Indonesian doesn't really have the word *to be* and *to have* as it is used in English, whereas Spanish has two words for* be*.
I also heard that* be* is sometimes omitted in Russian.

How is it in your language?

Grüsse,


MarK


----------



## Joannes

*Be* and *have* are used with many many meanings, even only in English. Languages will have various ways to express what *be* and *have* can (help to) express. Maybe you should indicate more clearly which particular usage(s) you have in mind to be discussed here?


----------



## jazyk

Like Spanish, Portuguese has two _be's_: ser and estar. We also have _to have_: ter/haver.


----------



## Outsider

With regard to "to be", there's a cross-linguistic overview at Wikipedia.


----------



## Oletta

Polish: to be = być, to have = mieć


----------



## thelightchild

MarX said:


> I also heard that* be* is sometimes omitted in Russian.

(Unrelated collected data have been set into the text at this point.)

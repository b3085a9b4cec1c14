"""The factor from a nominal capacity to a design value, per standard and method.

The capacity analyses give nominal strengths; set against the model's loads
(factored for LRFD and EN, service for ASD) they need the standard's factor.
"""

from __future__ import annotations

from plyshear.codes.aisc360_check import OMEGA_BOLT, PHI_BOLT
from plyshear.model.joint import Joint

#: EN 1993-1-8:2005 Table 2.1: partial factor for bolts, pins and plates in bearing
#: (the recommended value; a National Annex may change it).
GAMMA_M2 = 1.25


def design_factor(standard: str, method: str) -> tuple[float, str]:
    """Return the factor on a nominal capacity and how it reads in a report.

    Args:
        standard: "aisc360-22" or "en1993-1-8".
        method: "lrfd" or "asd" (AISC only).

    Returns:
        (factor, label), e.g. (0.75, "phi = 0.75").
    """
    if standard == "en1993-1-8":
        return 1.0 / GAMMA_M2, f"1/gamma_M2 = 1/{GAMMA_M2:.2f}, EN 1993-1-8 Table 2.1"
    if method == "asd":
        return 1.0 / OMEGA_BOLT, f"1/Omega = 1/{OMEGA_BOLT:.2f}, AISC 360-22 J3.6 and J3.10"
    return PHI_BOLT, f"phi = {PHI_BOLT:.2f}, AISC 360-22 J3.6 and J3.10"


def nominal_bearing(joint: Joint) -> list[tuple[float, str]]:
    """Every ply's nominal bearing strength under the model's standard, per mm of ply.

    The line strength along the bolt, N/mm (times the ply's thickness: the
    ply's strength), and the rule that gives it. The standard's own clause
    functions, with t = 1 and no partial factor (nominal, or characteristic):

    * AISC 360-22 bolts: min(J3.10(a) bearing, J3.10(b) tear-out to the ply's edge);
      pins: J7, 1.8·Fy·A_pb;
    * EN 1993-1-8 bolts: Table 3.4, k1·αb·fu·d (k1 from e2 = width/2, or from the
      minimum e2 = 1.2·d0 where no width is given: conservative; αb from the edge
      e1 where given); pins: Table 3.10, 1.5·fy·d (fy the lower of pin and plate).

    Raises:
        ValueError: One line naming the ply's ``edge`` when it leaves no material
            beyond the hole, or is below the standard's minimum.
    """
    from plyshear.codes import aisc360 as aisc
    from plyshear.codes import en1993_1_8 as en
    from plyshear.codes.aisc360_check import hole as aisc_hole
    from plyshear.codes.en1993_1_8_check import hole as en_hole

    b, std = joint.bolt, joint.check.standard
    pin = joint.check.connector == "pin"
    out: list[tuple[float, str]] = []
    for i, p in enumerate(joint.plies, start=1):
        try:
            if std == "en1993-1-8":
                if pin:
                    out.append(
                        (
                            en.F_b_Rd_pin(1.0, b.diameter, min(p.fy, b.fyb), 1.0),
                            "EN Table 3.10 1.5 fy d t",
                        )
                    )
                    continue
                d0 = en_hole(joint)
                ab = (
                    en.alpha_b(p.edge, None, d0, b.fub, p.fu, end_bolt=True)
                    if p.edge is not None
                    else min(b.fub / p.fu, 1.0)
                )
                e2 = p.width / 2.0 if p.width is not None else en.e_min(d0)
                k1 = en.k_1(e2, None, d0, edge_bolt=True)
                q = en.F_b_Rd(k1, ab, p.fu, b.diameter, 1.0, 1.0) * en.bearing_hole_factor(b.hole)
                out.append((q, f"EN Table 3.4 k1 {k1:.2f} ab {ab:.2f}"))
                continue
            if pin:
                out.append((aisc.R_n_pin_bearing(b.diameter, p.fy), "AISC J7 1.8 Fy d t"))
                continue
            deform = joint.check.deformation_considered
            q = aisc.R_n_bearing(b.diameter, 1.0, p.fu, deform)
            rule = f"bearing {2.4 if deform else 3.0:g} d t fu"
            if p.edge is not None:
                lc = aisc.l_c_edge(p.edge, aisc_hole(joint))
                tear = aisc.R_n_tearout(lc, 1.0, p.fu, deform)
                if tear < q:
                    q, rule = tear, f"tear-out {1.2 if deform else 1.5:g} lc t fu"
            out.append((q, rule))
        except ValueError as exc:
            raise ValueError(f"ply[{i}].edge: {exc}") from None
    return out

yes, in Russian and Ukrainian it is sometimes omitted

English - Russian - Ukrainian

to be - быть - бути
am, are, is - есть - є

to have - иметь - мати
(I) have - имею - маю
(you) have - имеешь - маєш
(he) has - имеет - має
(you pl.) have - имеете - маєте
(they) have - имеют - мають

also in Russian there is another construction for to have, which includes "be" 
I have - у меня _есть (am)_
you have - у тебя _есть (are)_
he has - у него _есть (is)_
and so on...


----------



## Oletta

so the full conjugation in Polish is as follows:

mieć
(i) ja mam
(you) ty masz
(he/she/it) on/ona/ono ma
(we) my mamy
(you) wy macie
(they) oni mają

być
(i) ja jestem
(you) ty jesteś
(he/she/it) on/ona/ono jest
(we) my jesteśmy
(you) wy jesteście
(they) oni są


----------



## irene.acler

In *Italian*:

to be = essere
to have = avere


----------



## Dr. Quizá

MarX said:


> Indonesian doesn't really have the word *to be* and *to have* as it is used in English, whereas Spanish has two words for* be*.

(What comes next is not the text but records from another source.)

"""What the two standards' item builders share: places, packs, slip planes, notes.

A standard's module (``aisc360_check``, ``en1993_1_8_check``) gives the driver in
:mod:`plyshear.codes.check` a :class:`StandardItems`: the items it asks of one
bolt, its notes and its long-joint factor. The per-bolt loop, the bolt row's note
and the result are the driver's, once for both.
"""

from __future__ import annotations

from collections.abc import Callable
from dataclasses import dataclass
from typing import Any

import numpy as np

from plyshear.codes.result import CheckItem
from plyshear.mechanics.results import BoltResult, PlaneShear, PlyBearing, Solution
from plyshear.model import catalog
from plyshear.model.joint import Joint, Ply
from plyshear.units import length_str

#: Planes whose shear is below this fraction of the load transfer nothing (slip).
SLIP_PLANE_MIN_SHARE = 1e-6

BoltItems = Callable[[Joint, BoltResult, str, list[str]], list[CheckItem]]


@dataclass(frozen=True)
class StandardItems:
    """What one standard asks of a solved joint, for the per-bolt driver.

    Attributes:
        standard: The model-file name of the standard, e.g. ``"aisc360-22"``.
        edition: The standard with its edition, as printed.
        notes: The standard's notes on the joint as a whole (``joint -> notes``).
        bolt: The items of one bolt: ``(joint, bolt, method, notes) -> items``; it may
            append notes.
        long_joint: The long-joint factor of the row and the rule's name.
        method: The method the standard always uses (EN: ``"partial-factors"``), or
            None to take the caller's.
    """

    standard: str
    edition: str
    notes: Callable[[Joint], list[str]]
    bolt: BoltItems
    long_joint: Callable[[Joint], tuple[float, str]]
    method: str | None = None


def at_plane(p: PlaneShear) -> dict[str, Any]:
    """The place keywords of an item at plane ``p``."""
    return {"part": "plane", "plane": p.index}


def at_ply(joint: Joint, j: int) -> dict[str, Any]:
    """The place keywords of an item at ply ``j``."""
    return {"part": "ply", "ply": j, "ply_name": joint.plies[j].name}


def bearing_plies(joint: Joint, bolt: BoltResult) -> list[tuple[PlyBearing, Ply, dict[str, Any]]]:
    """The plies a bolt bears on that are checked (not fillers), each with its place."""
    return [
        (pb, joint.plies[pb.ply], at_ply(joint, pb.ply))
        for pb in bolt.plies
        if not joint.plies[pb.ply].is_filler
    ]


def noun(joint: Joint) -> str:
    """``"pin"`` or ``"bolt"``: what the connector is called in the items."""
    return "pin" if joint.check.connector == "pin" else "bolt"


def hole_diameter(joint: Joint, standard: str, fallback: float) -> float:
    """The hole diameter of the standard's table, or ``d + fallback`` off the table, mm."""
    d = joint.bolt.diameter
    try:
        return catalog.hole_diameter(d, joint.bolt.hole, standard)
    except catalog.CatalogError:
        return d + fallback


def packs(joint: Joint) -> list[tuple[list[int], float]]:
    """Return the filler packs: runs of consecutive filler plies and their thickness, mm."""
    out: list[tuple[list[int], float]] = []
    run: list[int] = []
    for j, ply in enumerate([*joint.plies, None]):
        if ply is not None and ply.is_filler:
            run.append(j)
        elif run:
            out.append((run, sum(joint.plies[i].thickness for i in run)))
            run = []
    return out


def pack_at_plane(joint: Joint, above: int, below: int) -> float:
    """Return the thickness of the filler pack that a plane bounds (0 if none), mm."""
    for members, t in packs(joint):
        if above in members or below in members:
            return t
    return 0.0


def separates_members(joint: Joint, above: int, below: int) -> bool:
    """True if a plane lies between plies that can move relative to each other."""
    a, b = joint.plies[above].member, joint.plies[below].member
    return a is None or b is None or a != b


def slip_planes(joint: Joint, bolt: BoltResult) -> int:
    """Count the slip planes that transfer load.

    A slip plane lies between consecutive plies of different members; a filler
    pack between them is transparent (its two faces act in series: slip on
    either lets the joint slip), so it adds no plane. A plane counts when the
    bolt shear across it is not negligible.
    """
    load = max((float(np.hypot(*m.load)) for m in joint.members), default=0.0)
    shear = {(p.above, p.below): p.shear for p in bolt.planes}
    real = [j for j, p in enumerate(joint.plies) if not p.is_filler]
    count = 0
    for a, b in zip(real, real[1:], strict=False):
        if joint.plies[a].member == joint.plies[b].member:
            continue
        across = min(shear[(j, j + 1)] for j in range(a, b))
        if across > SLIP_PLANE_MIN_SHARE * load:
            count += 1
    return count


def transferred_force(joint: Joint, bolt: BoltResult) -> float:
    """The largest force one member passes through the bolt, N (slip demand)."""
    totals: dict[str, np.ndarray] = {}
    for pb in bolt.plies:
        m = joint.plies[pb.ply].member
        if m is not None:
            totals[m] = totals.get(m, np.zeros(2)) + np.array(pb.force_xy)
    return max((float(np.hypot(*v)) for v in totals.values()), default=0.0)


def bolt_loads(solution: Solution) -> np.ndarray:
    """The force each bolt of a row transfers (the largest member force through it), N."""
    return np.array([transferred_force(solution.joint, b) for b in solution.bolts])


def bolt_section_diameter(joint: Joint, threaded: bool) -> float:
    """Diameter of the bolt section: the shank, or the stress-area equivalent, mm."""
    if threaded:
        return float(np.sqrt(4.0 * joint.bolt.stress_area / np.pi))
    return joint.bolt.diameter


def node_threads(joint: Joint, bolt: BoltResult) -> np.ndarray:
    """Whether the bolt is threaded at each node."""
    return joint.bolt.threaded_along(bolt.z)


def resultants(values: np.ndarray) -> np.ndarray:
    """Resultant magnitudes of (n, 2) vectors."""
    return np.hypot(values[:, 0], values[:, 1])


def geometry_notes(joint: Joint) -> list[str]:
    """Notes on what the model file leaves to assumption."""
    notes = []
    if joint.bolt.threads_assumed:
        notes.append(
            "thread position unknown (no bolt.length): threads assumed in every "
            "plane, which is conservative"
        )
    for ply in joint.plies:
        if ply.edge is None and not ply.is_filler:
            notes.append(
                f"ply {ply.name}: no edge distance given; tear-out and edge effects not checked"
            )
    return notes


def joint_length(joint: Joint) -> float:
    """Length of the bolt pattern along the force for the long-joint rules, mm.

    The row's own length, or the model's ``[check] joint_length`` if longer
    (a single bolt standing for a longer row).
    """
    return max(joint.check.joint_length, joint.pattern_length)


def row_note(solution: Solution, factor: float, rule: str) -> str | None:
    """Contrast the standard's long-joint factor with the model's own end-bolt share."""
    if len(solution.bolts) < 2:
        return None
    joint = solution.joint
    loads = bolt_loads(solution)
    mean = float(loads.mean())
    end = float(max(loads[0], loads[-1]))
    if mean <= 0.0 or end <= 0.0:
        return None  # nothing to share: no load reaches the row
    return (
        f"bolt row of {len(loads)}, length {length_str(joint.units, joint.pattern_length)}: "
        f"{rule} factor {factor:.3f} (the standard's allowance for uneven sharing); the "
        f"model's end bolt carries {end / mean:.3f} x the mean bolt load "
        f"(an equal share would need a factor of {mean / end:.3f})"
    )


def strength_level(standard: str, method: str) -> str:
    """The load level a strength check takes: service for ASD, factored otherwise."""
    return "service" if standard == "aisc360-22" and method == "asd" else "factored"


def load_level(joint: Joint, standard: str, method: str) -> str:
    """The level of the model's loads: as declared, else what the method takes."""
    return joint.check.loads or strength_level(standard, method)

It's commonly said Spanish has to verbs for "to be" ("ser" and "estar") but maybe you'll find interesting it actually has a third verb that in an impersonal form is used to mean "there is/are". That verb is... "haber" (which of course means "to have" and also is even used to form perfect verb tenses) so it's not so clear the distinction between the Spanish for "to be" and "to have"


----------



## VivaReggaeton88

irene.acler said:


> In *Italian*:
> 
> to be = essere
> to have = avere


 
Yes and also Stare if you are using the gerund:

Io sto ballando: I am dancing.


----------



## Stéphane89

In French:

*To be = Être*
*To have = Avoir*


----------



## HistofEng

In *Haitian Creole* there are 3 ways of expressing 'to be'.

One is the 'zero copula' where 'to be' is left out (when an adjective is used), another is 'se' which behaves somewhat like English's 'to be' (when a noun is involved, I believe), and the last is 'ye' which replaces 'se' when the copula comes at the end of a phrase. 

I am dirty
_Mwen sal_

I am an artist
_Mwen se youn atis_

What am I? >>> What I am?
_Ki sa mwen ye?_


The verb for 'to have' is_ 'genyen'_ often shortened_ 'gen'_


----------



## Hakro

In *Finnish* there is no verb 'to have'. We use the verb 'to be' _(olla)_ as auxiliary. Instead of 'I have something' we say _'something is for me'_ or maybe rather _'for me there is/exists something'._


----------



## toolmanUF

I am just now beginning Turkish, but I find the way in which it expresses the idea of "having" quite interesting.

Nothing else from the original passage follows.